– A daily, pocket-sized packet of news from around the world, compiled by Phuket Gazette reporters for foreigners who want it short, sharp and straight to the point.
PHUKET: The slow body identification process that occurred in Phuket after the 2004 tsunami has motivated researchers in Perth to build a database of skeletons to help identify bodies more quickly and accurately.
According to the Australian Broadcasting Corporation, the University of Western Australia has been given a $400,000 grant for the project, which involves mapping the shape and co-ordinates of bones.
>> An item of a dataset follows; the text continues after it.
"""The criteria: core.py (Check, State, running sets), sets.py (the one list of sets, as
data), and one module per set (general.py: IS Code 2008 Part A 2.2; weather.py and rolling.py:
2.3)."""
Assistant Professor Daniel Franklin has told WA’s Stateline program that police will then use the database to identify specific features of skeletons such as age, sex and ethnicity. WA Police Superintendent Haydn Green was in charge of identifying victims in Phuket from the 2004 Boxing Day Tsunami. He says the database will be extremely helpful in the future.
Malaysia trumps Thailand under sail
New Straits Times
Malaysian yachties sailed home with a gold, two silver and a bronze medal from the Asia Pacific Laser Radial Sailing Championships in Pattaya. Malaysian Yachting Association (MYA) general manager Mohd Afendy Abdullah said Mohd Romzi Muhammad was the toast of the team as he won the gold from the Laser Radial Open category. Thailand’s world champion Kee Rai Bualong took the Laser Standard gold.
The championships saw 74 sailors from 12 countries taking part in the action.
China blamed as Mekong dries up in Thailand
Asia Times Online
Low water levels in the Mekong River, which flows through Thailand, have resulted in ongoing criticism of hydropower dams that have been erected along the waterway’s upper reaches in China.
The blame has been pinned on China’s inward-looking water management policies, although some experts say the real culprit is unusually severe drought conditions in southwestern China and northern Thailand.
Thailand has been particularly vocal, calling for the four Mekong River Commission (MRC) members – itself, Cambodia, Laos and Vietnam – to apply bilateral diplomatic pressure on Beijing through their respective foreign ministries.
During a weekly television address on March 7, Thai Prime Minister Abhisit Vejjajiva said “we’ll ask China to help manage the water flow along the river better, so countries in Southeast Asia would not be affected.”